[TASK GOAL]
Once you reach the line containing "beyond it. */" in the entries below, write out that line and each one after it down to the line containing "conditions: TableConditions): TableLine", exactly and with nothing added.

Saved entries:
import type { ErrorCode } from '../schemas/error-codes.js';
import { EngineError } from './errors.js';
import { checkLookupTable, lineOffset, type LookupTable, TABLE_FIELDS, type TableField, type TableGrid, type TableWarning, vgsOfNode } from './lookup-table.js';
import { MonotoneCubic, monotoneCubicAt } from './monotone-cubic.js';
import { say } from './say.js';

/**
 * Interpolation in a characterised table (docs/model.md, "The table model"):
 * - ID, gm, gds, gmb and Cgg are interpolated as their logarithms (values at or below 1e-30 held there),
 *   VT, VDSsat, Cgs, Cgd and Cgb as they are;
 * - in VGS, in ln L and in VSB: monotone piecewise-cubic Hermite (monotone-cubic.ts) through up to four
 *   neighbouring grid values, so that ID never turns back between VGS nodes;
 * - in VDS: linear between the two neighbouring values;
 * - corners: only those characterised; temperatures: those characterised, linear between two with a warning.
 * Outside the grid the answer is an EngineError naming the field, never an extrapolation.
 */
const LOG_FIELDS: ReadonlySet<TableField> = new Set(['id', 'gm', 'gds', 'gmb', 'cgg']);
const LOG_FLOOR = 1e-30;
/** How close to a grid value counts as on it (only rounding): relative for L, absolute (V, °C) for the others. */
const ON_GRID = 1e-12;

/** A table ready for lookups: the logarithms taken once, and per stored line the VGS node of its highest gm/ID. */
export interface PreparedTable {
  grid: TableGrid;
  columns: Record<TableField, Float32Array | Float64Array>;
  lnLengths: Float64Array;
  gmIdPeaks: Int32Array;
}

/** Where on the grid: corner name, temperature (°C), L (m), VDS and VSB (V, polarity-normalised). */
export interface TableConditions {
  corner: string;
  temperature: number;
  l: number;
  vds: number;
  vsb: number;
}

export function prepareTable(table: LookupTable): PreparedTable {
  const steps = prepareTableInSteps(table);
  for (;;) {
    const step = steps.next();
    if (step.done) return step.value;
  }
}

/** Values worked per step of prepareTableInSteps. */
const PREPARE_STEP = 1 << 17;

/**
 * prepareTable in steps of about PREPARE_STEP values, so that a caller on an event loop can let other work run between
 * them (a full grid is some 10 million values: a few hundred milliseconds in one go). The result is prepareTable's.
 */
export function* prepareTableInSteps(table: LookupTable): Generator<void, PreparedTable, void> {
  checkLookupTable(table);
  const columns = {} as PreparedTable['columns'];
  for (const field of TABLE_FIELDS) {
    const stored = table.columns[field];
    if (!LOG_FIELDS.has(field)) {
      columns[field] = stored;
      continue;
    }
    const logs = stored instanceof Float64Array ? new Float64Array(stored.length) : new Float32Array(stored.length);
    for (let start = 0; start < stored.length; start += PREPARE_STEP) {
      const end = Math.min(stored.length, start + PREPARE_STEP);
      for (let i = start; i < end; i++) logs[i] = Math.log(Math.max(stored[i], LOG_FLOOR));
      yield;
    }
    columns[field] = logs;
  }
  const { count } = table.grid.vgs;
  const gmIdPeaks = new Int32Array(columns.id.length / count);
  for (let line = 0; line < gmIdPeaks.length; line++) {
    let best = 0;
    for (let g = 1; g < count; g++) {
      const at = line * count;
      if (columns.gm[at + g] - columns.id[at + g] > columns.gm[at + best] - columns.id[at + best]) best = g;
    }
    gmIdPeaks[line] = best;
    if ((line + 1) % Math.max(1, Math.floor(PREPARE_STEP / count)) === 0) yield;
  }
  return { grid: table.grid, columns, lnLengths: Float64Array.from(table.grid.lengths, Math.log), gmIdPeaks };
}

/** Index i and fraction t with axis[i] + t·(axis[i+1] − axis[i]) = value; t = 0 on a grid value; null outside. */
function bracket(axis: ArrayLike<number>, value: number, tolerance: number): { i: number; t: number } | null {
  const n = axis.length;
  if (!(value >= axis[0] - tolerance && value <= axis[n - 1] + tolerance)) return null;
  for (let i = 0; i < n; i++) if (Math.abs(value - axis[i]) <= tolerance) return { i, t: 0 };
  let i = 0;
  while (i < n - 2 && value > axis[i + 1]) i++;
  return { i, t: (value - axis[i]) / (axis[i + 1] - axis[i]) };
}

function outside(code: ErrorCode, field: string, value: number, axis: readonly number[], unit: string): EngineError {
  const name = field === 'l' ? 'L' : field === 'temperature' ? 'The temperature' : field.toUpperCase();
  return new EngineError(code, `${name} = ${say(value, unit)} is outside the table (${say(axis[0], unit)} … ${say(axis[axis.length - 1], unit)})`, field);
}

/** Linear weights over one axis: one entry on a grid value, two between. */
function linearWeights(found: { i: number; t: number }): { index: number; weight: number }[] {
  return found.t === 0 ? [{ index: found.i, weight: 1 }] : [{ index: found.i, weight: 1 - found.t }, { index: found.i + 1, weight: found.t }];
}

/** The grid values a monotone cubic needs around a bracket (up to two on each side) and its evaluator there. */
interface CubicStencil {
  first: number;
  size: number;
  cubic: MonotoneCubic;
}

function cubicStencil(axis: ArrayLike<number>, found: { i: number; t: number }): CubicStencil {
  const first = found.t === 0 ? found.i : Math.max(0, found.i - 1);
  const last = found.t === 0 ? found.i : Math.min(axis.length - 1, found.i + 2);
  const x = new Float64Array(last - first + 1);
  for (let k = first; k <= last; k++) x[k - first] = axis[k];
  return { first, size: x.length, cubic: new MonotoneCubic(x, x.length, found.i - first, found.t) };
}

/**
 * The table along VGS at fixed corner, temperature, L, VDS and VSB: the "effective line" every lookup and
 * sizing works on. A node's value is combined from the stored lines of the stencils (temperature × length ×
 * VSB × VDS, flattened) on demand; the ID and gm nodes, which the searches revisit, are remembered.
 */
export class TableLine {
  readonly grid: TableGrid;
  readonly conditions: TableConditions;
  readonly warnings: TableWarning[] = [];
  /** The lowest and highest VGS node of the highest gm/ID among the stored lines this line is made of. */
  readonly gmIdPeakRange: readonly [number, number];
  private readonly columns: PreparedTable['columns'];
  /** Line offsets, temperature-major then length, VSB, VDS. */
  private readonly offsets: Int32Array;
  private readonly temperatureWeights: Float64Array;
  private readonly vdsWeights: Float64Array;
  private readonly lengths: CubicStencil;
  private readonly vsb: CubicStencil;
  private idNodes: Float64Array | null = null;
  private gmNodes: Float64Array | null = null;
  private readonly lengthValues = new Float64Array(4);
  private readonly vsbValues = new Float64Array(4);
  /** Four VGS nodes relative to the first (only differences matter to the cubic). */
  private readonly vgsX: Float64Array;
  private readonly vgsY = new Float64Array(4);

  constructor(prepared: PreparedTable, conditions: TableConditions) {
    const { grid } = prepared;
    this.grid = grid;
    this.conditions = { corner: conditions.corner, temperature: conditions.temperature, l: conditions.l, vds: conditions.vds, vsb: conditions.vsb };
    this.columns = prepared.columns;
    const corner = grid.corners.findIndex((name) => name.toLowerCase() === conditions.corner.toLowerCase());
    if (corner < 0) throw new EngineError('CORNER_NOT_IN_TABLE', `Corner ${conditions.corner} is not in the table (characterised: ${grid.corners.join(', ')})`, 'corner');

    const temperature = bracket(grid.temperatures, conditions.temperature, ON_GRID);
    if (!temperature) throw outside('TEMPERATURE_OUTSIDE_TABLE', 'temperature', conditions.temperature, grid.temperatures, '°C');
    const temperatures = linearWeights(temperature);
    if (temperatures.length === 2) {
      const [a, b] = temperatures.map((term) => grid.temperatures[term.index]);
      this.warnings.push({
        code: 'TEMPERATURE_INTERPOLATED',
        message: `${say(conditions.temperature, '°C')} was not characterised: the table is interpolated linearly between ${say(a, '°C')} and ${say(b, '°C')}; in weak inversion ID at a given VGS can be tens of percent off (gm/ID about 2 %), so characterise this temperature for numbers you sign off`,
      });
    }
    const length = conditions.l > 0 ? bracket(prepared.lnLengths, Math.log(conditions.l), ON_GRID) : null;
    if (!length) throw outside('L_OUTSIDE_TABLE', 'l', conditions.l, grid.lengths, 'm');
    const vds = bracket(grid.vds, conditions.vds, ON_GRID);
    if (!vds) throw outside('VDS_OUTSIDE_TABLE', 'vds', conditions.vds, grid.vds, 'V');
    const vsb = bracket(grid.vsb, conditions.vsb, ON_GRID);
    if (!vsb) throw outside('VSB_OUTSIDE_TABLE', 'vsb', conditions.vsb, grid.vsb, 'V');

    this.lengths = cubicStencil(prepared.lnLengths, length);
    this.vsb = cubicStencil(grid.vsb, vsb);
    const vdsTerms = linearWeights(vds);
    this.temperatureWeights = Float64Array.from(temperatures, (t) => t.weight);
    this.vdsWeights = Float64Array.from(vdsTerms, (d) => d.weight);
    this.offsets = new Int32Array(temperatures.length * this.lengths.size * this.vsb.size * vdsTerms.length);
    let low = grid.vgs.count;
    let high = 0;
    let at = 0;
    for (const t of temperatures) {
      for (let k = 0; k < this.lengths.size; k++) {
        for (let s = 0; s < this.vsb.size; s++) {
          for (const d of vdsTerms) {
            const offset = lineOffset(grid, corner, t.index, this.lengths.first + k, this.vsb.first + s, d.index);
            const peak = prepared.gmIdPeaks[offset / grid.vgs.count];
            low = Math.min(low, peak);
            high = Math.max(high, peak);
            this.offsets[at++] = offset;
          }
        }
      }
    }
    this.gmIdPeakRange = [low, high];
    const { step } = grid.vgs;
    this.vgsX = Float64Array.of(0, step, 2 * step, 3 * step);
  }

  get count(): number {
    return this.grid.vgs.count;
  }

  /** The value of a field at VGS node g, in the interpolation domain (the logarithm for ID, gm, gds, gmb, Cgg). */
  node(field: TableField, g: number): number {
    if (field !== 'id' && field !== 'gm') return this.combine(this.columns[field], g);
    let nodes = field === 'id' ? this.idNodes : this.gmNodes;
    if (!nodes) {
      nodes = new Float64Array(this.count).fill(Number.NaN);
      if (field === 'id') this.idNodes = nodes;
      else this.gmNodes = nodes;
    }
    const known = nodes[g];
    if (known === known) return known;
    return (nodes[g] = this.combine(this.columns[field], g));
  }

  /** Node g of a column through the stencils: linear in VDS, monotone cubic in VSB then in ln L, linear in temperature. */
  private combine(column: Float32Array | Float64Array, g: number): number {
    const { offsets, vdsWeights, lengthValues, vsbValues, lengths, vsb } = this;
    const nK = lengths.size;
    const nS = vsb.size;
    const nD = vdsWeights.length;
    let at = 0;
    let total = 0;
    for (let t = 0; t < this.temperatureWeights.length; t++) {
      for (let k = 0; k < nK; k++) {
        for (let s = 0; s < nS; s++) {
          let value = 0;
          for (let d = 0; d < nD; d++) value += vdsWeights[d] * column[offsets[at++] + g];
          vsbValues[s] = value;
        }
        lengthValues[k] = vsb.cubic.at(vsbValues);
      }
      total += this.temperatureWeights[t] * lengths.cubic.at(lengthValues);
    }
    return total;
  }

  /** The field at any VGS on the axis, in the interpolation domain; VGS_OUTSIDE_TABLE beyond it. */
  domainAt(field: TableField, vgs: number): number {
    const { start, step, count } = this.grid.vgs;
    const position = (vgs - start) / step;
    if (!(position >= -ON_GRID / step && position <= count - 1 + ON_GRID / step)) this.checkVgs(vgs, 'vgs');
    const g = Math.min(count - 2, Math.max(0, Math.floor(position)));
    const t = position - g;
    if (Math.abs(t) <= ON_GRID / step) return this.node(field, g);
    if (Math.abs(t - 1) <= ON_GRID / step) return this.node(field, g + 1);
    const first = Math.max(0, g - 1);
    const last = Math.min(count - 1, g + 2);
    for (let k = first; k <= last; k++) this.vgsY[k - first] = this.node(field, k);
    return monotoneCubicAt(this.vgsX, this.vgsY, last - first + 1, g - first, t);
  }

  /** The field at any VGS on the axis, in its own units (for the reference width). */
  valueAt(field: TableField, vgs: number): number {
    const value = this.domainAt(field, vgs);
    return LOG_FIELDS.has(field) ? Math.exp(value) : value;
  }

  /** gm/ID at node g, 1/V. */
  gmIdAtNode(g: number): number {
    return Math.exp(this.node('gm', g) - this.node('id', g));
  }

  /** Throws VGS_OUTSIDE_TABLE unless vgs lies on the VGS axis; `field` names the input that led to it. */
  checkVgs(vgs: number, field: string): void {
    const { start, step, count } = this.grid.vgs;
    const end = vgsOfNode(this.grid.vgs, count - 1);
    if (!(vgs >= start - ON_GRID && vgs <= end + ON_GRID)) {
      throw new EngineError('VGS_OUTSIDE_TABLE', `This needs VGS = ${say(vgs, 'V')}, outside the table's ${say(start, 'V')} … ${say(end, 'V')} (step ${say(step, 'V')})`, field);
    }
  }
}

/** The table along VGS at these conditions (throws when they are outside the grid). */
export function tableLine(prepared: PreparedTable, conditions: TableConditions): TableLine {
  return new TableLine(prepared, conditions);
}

[WRITTEN RESPONSE]
  /** The field at any VGS on the axis, in the interpolation domain; VGS_OUTSIDE_TABLE beyond it. */
  domainAt(field: TableField, vgs: number): number {
    const { start, step, count } = this.grid.vgs;
    const position = (vgs - start) / step;
    if (!(position >= -ON_GRID / step && position <= count - 1 + ON_GRID / step)) this.checkVgs(vgs, 'vgs');
    const g = Math.min(count - 2, Math.max(0, Math.floor(position)));
    const t = position - g;
    if (Math.abs(t) <= ON_GRID / step) return this.node(field, g);
    if (Math.abs(t - 1) <= ON_GRID / step) return this.node(field, g + 1);
    const first = Math.max(0, g - 1);
    const last = Math.min(count - 1, g + 2);
    for (let k = first; k <= last; k++) this.vgsY[k - first] = this.node(field, k);
    return monotoneCubicAt(this.vgsX, this.vgsY, last - first + 1, g - first, t);
  }

  /** The field at any VGS on the axis, in its own units (for the reference width). */
  valueAt(field: TableField, vgs: number): number {
    const value = this.domainAt(field, vgs);
    return LOG_FIELDS.has(field) ? Math.exp(value) : value;
  }

  /** gm/ID at node g, 1/V. */
  gmIdAtNode(g: number): number {
    return Math.exp(this.node('gm', g) - this.node('id', g));
  }

  /** Throws VGS_OUTSIDE_TABLE unless vgs lies on the VGS axis; `field` names the input that led to it. */
  checkVgs(vgs: number, field: string): void {
    const { start, step, count } = this.grid.vgs;
    const end = vgsOfNode(this.grid.vgs, count - 1);
    if (!(vgs >= start - ON_GRID && vgs <= end + ON_GRID)) {
      throw new EngineError('VGS_OUTSIDE_TABLE', `This needs VGS = ${say(vgs, 'V')}, outside the table's ${say(start, 'V')} … ${say(end, 'V')} (step ${say(step, 'V')})`, field);
    }
  }
}

/** The table along VGS at these conditions (throws when they are outside the grid). */
export function tableLine(prepared: PreparedTable, conditions: TableConditions): TableLine {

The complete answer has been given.